[Dataset records]
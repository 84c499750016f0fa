// Small invented crystal records for the geometry tests (no file reading involved).
import type { CellParams, CrystalRecord, OpsOrigin, Site, SymOp } from '../src/types.js';
import { parseSymopXyz } from '../src/geometry/symmetry.js';

export interface SiteSpec {
  label: string;
  element: string;
  frac: [number, number, number];
  occupancy?: number;
  group?: string | null;
  assembly?: string | null;
}

export function makeRecord(
  id: string, cell: CellParams, ops: SymOp[] | string[], sites: SiteSpec[],
  extra: { opsOrigin?: OpsOrigin; text?: string; spaceGroup?: string | null } = {},
): CrystalRecord {
  const opList = ops.map((o) => (typeof o === 'string' ? parseSymopXyz(o) : o));
  const siteList: Site[] = sites.map((s) => ({
    label: s.label,
    element: s.element,
    frac: s.frac,
    occupancy: s.occupancy ?? 1,
    disorderGroup: s.group ?? null,
    disorderAssembly: s.assembly ?? null,
  }));
  return {
    id,
    file: `${id}.cif`,
    block: id,
    source: `${id}.cif#${id}`,
    line: 1,
    cell,
    ops: opList,
    opsOrigin: extra.opsOrigin ?? 'listed',
    spaceGroup: extra.spaceGroup ?? null,
    sites: siteList,
    energy: null,
    text: extra.text ?? `data_${id}\n`,
    notes: [],
  };
}

export function cubic(a: number): CellParams {
  return { a, b: a, c: a, alpha: 90, beta: 90, gamma: 90 };
}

● Work request: Could you retype every record above exactly as written?

● Response area:
repository 84c499750016f0fa
// Small invented crystal records for the geometry tests (no file reading involved).
import type { CellParams, CrystalRecord, OpsOrigin, Site, SymOp } from '../src/types.js';
import { parseSymopXyz } from '../src/geometry/symmetry.js';

export interface SiteSpec {
  label: string;
  element: string;
  frac: [number, number, number];
  occupancy?: number;
  group?: string | null;
  assembly?: string | null;
}

export function makeRecord(
  id: string, cell: CellParams, ops: SymOp[] | string[], sites: SiteSpec[],
  extra: { opsOrigin?: OpsOrigin; text?: string; spaceGroup?: string | null } = {},
): CrystalRecord {
  const opList = ops.map((o) => (typeof o === 'string' ? parseSymopXyz(o) : o));
  const siteList: Site[] = sites.map((s) => ({
    label: s.label,
    element: s.element,
    frac: s.frac,
    occupancy: s.occupancy ?? 1,
    disorderGroup: s.group ?? null,
    disorderAssembly: s.assembly ?? null,
  }));
  return {
    id,
    file: `${id}.cif`,
    block: id,
    source: `${id}.cif#${id}`,
    line: 1,
    cell,
    ops: opList,
    opsOrigin: extra.opsOrigin ?? 'listed',
    spaceGroup: extra.spaceGroup ?? null,
    sites: siteList,
    energy: null,
    text: extra.text ?? `data_${id}\n`,
    notes: [],
  };
}

export function cubic(a: number): CellParams {
  return { a, b: a, c: a, alpha: 90, beta: 90, gamma: 90 };
}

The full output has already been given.